Photo courtesy of iStockphoto®

One of my standard comments to prospective employees or new staff* is:

I realize you’re going to fumble the ball sometimes, but just don’t fumble without first calling “help.”

  • It’s one thing to miss a deadline. It’s another to not let people know in advance who may be able to help or do damage control.
  • It’s one thing to make an error in judgment. It’s another to let those you report to be surprised by the error at the same moment everyone else in the church is.
  • It’s one thing to not have the skills or knowledge to complete a task. It’s another to be irresponsible by not collaborating with people who can help provide those skills or knowledge. (Click here to read a previous post on collaboration.)

Mistakes will happen. But ignoring or concealing them until the 11th hour isn’t fair to your church or place of business.

You’ve got to determine what’s more important: your pride, or the objective you’re trying to achieve.

Like I have, you will fumble the ball.
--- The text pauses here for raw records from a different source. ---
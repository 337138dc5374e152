#include "planner/job_planner.hpp"

#include <algorithm>
#include <cmath>
#include <map>
#include <memory>
#include <set>

#include "collision/collision_workspace.hpp"
#include "kinematics/forward_kinematics.hpp"
#include "kinematics/input_error.hpp"
#include "kinematics/singularity.hpp"
#include "planner/cell_collision_world.hpp"
#include "planner/joint_trajectory.hpp"
#include "planner/process_move_timing.hpp"
#include "planner/program/sha256.hpp"

namespace tw::planner {
namespace {

using kinematics::JointVector;

constexpr const char* kWorldFrame = "world";

/// Every file the program depends on, sorted and without repeats.
std::vector<InputFileHash> inputHashes(const Job& job) {
  std::set<std::string> paths{job.source, job.cell.source, job.cell.arm.source()};
  for (const JobTask& task : job.tasks) {
    if (const SeamSpec* seam = std::get_if<SeamSpec>(&task)) paths.insert(seam->points.source);
  }
  const auto add_meshes = [&](const std::vector<kinematics::LinkShape>& shapes) {
    for (const kinematics::LinkShape& shape : shapes) {
      if (shape.kind == kinematics::LinkShape::Kind::kMesh) paths.insert(shape.mesh_path);
    }
  };
  for (const kinematics::LinkGeometry& link : job.cell.arm.links()) add_meshes(link.shapes);
  for (const Tool& tool : job.cell.tools) add_meshes(tool.shapes);
  for (const CellBody& body : job.cell.bodies) add_meshes(body.shapes);
  std::vector<InputFileHash> hashes;
  for (const std::string& path : paths) {
    if (!path.empty()) hashes.push_back({path, sha256OfFile(path)});
  }
  return hashes;
}

/// Builds the records of one program in order, keeping the clock.
class ProgramBuilder {
 public:
  ProgramBuilder(const Job& job, const PlanOptions& options, Program& program)
      : job_(job), options_(options), program_(program), X_WB_(job.cell.frames.X_W(job.cell.arm_frame)) {}

  double now() const { return clock_; }

  /// Fills branch words, clearance and singularity margin, then appends.
  void addMotion(MotionRecord record, const collision::CollisionWorld& world,
                 collision::CollisionWorkspace& workspace) {
    record.start_time = clock_;
    clock_ += record.duration;
    const kinematics::SingularityMeasures measures =
        kinematics::singularityMeasures(job_.cell.arm, record.q);
    if (measures.wrist) record.singularity_margin = *measures.wrist;
    if (options_.measure_clearance) {
      // To the cell only: the arm's distance to its own tool is fixed by
      // design and would hide the fixtures and parts a programmer looks for.
      // Infinite when the world checks no pair with a cell body: nothing to
      // report.
      collision::ClearanceQuery query;
      query.pairs = collision::PairGroup::kCell;
      const double distance = world.clearance(record.q, workspace, query).distance;
      if (std::isfinite(distance)) record.clearance = distance;
    }
    program_.records.push_back(std::move(record));
  }

  void addEvent(ProcessEventKind kind, const std::string& set, const std::string& seam) {
    ProcessEvent event;
    event.kind = kind;
    event.parameter_set = set;
    event.seam = seam;
    event.time = clock_;
    program_.records.push_back(event);
  }

  /// The TCP pose of `q` in the world, for moves outside seams.
  Eigen::Isometry3d worldTcp(const JointVector& q, const Tool& tool) const {
    return X_WB_ * kinematics::flangePose(job_.cell.arm, q) * tool.X_FT;
  }

 private:
  const Job& job_;
  const PlanOptions& options_;
  Program& program_;
  Eigen::Isometry3d X_WB_;
  double clock_ = 0.0;
};

const Tool& toolOf(const Job& job, const std::string& name) {
  const Tool* tool = job.cell.findTool(name);
  if (tool == nullptr) throw InputError(job.source, 0, "unknown tool '" + name + "'");
  return *tool;
}

}  // namespace

void requireOneTool(const Job& job) {
  const auto tool_of = [](const JobTask& task) {
    return std::visit([](const auto& spec) { return spec.tool; }, task);
  };
  const auto line_of = [](const JobTask& task) {
    return std::visit([](const auto& spec) { return spec.line; }, task);
  };
  const auto name_of = [](const JobTask& task) {
    return std::visit([](const auto& spec) { return spec.name; }, task);
  };
  for (const JobTask& task : job.tasks) {
    if (tool_of(task) != tool_of(job.tasks.front())) {
      throw InputError(job.source, line_of(task),
                       "'" + name_of(task) + "' uses tool '" + tool_of(task) + "' after '" +
                           tool_of(job.tasks.front()) +
                           "': a program runs with one tool (tool changes within one program are "
                           "not supported; put the tasks of each tool in a job of their own)");
    }
  }
}

PlanResult planJob(const Job& job, const PlanOptions& options) {
  if (job.tasks.empty()) throw InputError(job.source, 0, "the job has no seams or patches");
  requireOneTool(job);
  PlanResult result;
  result.seams = solveJob(job, options.solver, options.collision, options.on_step);
  if (!result.seams.feasible()) return result;

  std::vector<const SolvedSeam*> seams;
  for (const SeamOutcome& outcome : result.seams.tasks) seams.push_back(&std::get<SolvedSeam>(outcome));
  const std::string& tool_name = seams.front()->tool;
  const Tool& tool = toolOf(job, tool_name);
  const kinematics::ArmModel& arm = job.cell.arm;

  // The job's clearance is about the cell; self pairs keep the base margin
  // of options.collision.
  CellCollisionOptions transit_collision = options.collision;
  transit_collision.clearance_margin = job.transit.clearance;
  const collision::CollisionWorld world = buildCellCollisionWorld(job.cell, tool, transit_collision);
  collision::CollisionWorkspace workspace(world);
  const TransitPlanner transit_planner(world);
  const unsigned seed = options.seed.value_or(job.transit.seed);

  Program program;
  program.metadata.job = job.name;
  program.metadata.arm = arm.name();
  program.metadata.generator = options.generator;
  program.metadata.seed = seed;
  program.metadata.inputs = inputHashes(job);
  program.metadata.joints = programJoints(arm);
  ProgramBuilder builder(job, options, program);

  JointTimingLimits transit_limits;
  transit_limits.velocity_fraction = job.transit.joint_speed_fraction;
  const auto joint_move = [&](const JointVector& q, double duration) {
    MotionRecord record;
    record.kind = MotionKind::kJointMove;
    record.q = q;
    record.X_RT = builder.worldTcp(q, tool);
    record.tool = tool.name;
    record.frame = kWorldFrame;
    record.speed = {SpeedKind::kJointSpeedFraction, job.transit.joint_speed_fraction};
    record.duration = duration;
    builder.addMotion(record, world, workspace);
  };
  // Where the arm is assumed to start; no time passes.
  joint_move(job.cell.home, 0.0);

  JointVector position = job.cell.home;
  std::string position_name = "home";
  const auto transit_to = [&](const JointVector& goal, const std::string& goal_name,
                              int index) -> bool {
    TransitRequest request;
    request.start = position;
    request.goals = {goal};
    request.planner = options.transit_planner;
    request.time_limit = job.transit.time_limit;
    // One seed per transit, derived from the job's, so that a change to one
    // transit does not reshuffle the others.
    request.seed = seed + static_cast<unsigned>(index);
    const TransitResult transit = transit_planner.plan(request);
    if (!transit.solved()) {
      result.transit_failures.push_back({position_name, goal_name, transit});
      return false;
    }
    if (options.on_step) options.on_step("transit " + position_name + " to " + goal_name);
    const JointTrajectory trajectory(arm, transit.path, transit_limits);
    for (const JointTrajectory::Segment& segment : trajectory.segments()) {
      joint_move(segment.q_end, segment.profile.duration());
    }
    position = goal;
    position_name = goal_name;
    return true;
  };

  bool complete = true;
  for (std::size_t s = 0; s < seams.size() && complete; ++s) {
    const SolvedSeam& seam = *seams[s];
    complete = transit_to(seam.approach.q, seam.name, static_cast<int>(s));
    if (!complete) break;
    const std::string words = seam.branch.toString();
    const std::string named_set =
        std::visit([](const auto& spec) { return spec.parameter_set; }, job.tasks[s]);
    const std::string parameter_set = named_set.empty() ? toString(seam.process) : named_set;
    const SolvedPose* previous = &seam.approach;
    bool process_on = false;
    const auto linear_move = [&](const SolvedPose& target, double speed, int waypoint) {
      ProcessSpeed programmed;
      programmed.tcp_speed = speed;
      programmed.orientation_speed = options.orientation_speed;
      const ProcessMoveTiming timing =
          timeProcessMove(arm, {{previous->q, previous->X_XT}, {target.q, target.X_XT}}, programmed);
      MotionRecord record;
      record.kind = MotionKind::kLinearMove;
      record.q = target.q;
      record.X_RT = target.X_XT;
      record.tool = tool.name;
      record.frame = seam.frame;
      record.speed = {SpeedKind::kTcpSpeed, speed};
      record.duration = timing.duration;
      record.seam = seam.name;
      record.branch = words;
      for (const LoweredSpeed& lowered : timing.lowered) {
        result.speed_limits.push_back({seam.name, waypoint, lowered});
      }
      builder.addMotion(record, world, workspace);
      previous = &target;
    };
    for (std::size_t i = 0; i < seam.waypoints.size(); ++i) {
      const SolvedPose& pose = seam.waypoints[i];
      const bool first = i == 0;
      linear_move(pose, first ? options.approach_speed : pose.speed, static_cast<int>(i));
      if (pose.process_on != process_on) {
        builder.addEvent(pose.process_on ? ProcessEventKind::kStart : ProcessEventKind::kStop,
                         parameter_set, seam.name);
        process_on = pose.process_on;
      }
    }
    if (process_on) builder.addEvent(ProcessEventKind::kStop, parameter_set, seam.name);
    linear_move(seam.retract, options.approach_speed, static_cast<int>(seam.waypoints.size()));
    position = seam.retract.q;
    position_name = seam.name;
    for (std::size_t i = 0; i < seam.waypoints.size(); ++i) {
      if (seam.waypoints[i].wrist_warning) {
        program.warnings.push_back("seam " + seam.name + " waypoint " + std::to_string(i) +
                                   ": axis 5 within the wrist warning margin");
      }
    }
  }
  if (complete) complete = transit_to(job.cell.home, "home", static_cast<int>(seams.size()));
  if (!complete) return result;

  for (const SpeedLimit& limit : result.speed_limits) {
    program.warnings.push_back("seam " + limit.seam + ", move to waypoint " +
                               std::to_string(limit.waypoint) + ": " + limit.lowered.reason);
  }
  for (const std::string& note : world.notes()) program.warnings.push_back(note);
  checkProgram(program, job.source);
  result.program = std::move(program);
  return result;
}

}  // namespace tw::planner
But when you see the fumble coming, call for help, and see if someone else can take the ball.

Is there a project you’re already behind on?

Is there an assigned task you don’t think you have the knowledge or skills to complete?

Call “help!”

Calling “help” doesn’t necessarily mean you walking away from the task. Sometimes, it just  provides others a chance to collaborate with you. Other times, a team leader may determine to reassign the task.

I’ve fumbled the ball, both literally and figuratively, and it doesn’t feel good. But it feels worse when I’ve looked up to the sideline and seen willing, competent people who could’ve helped me if I’d asked.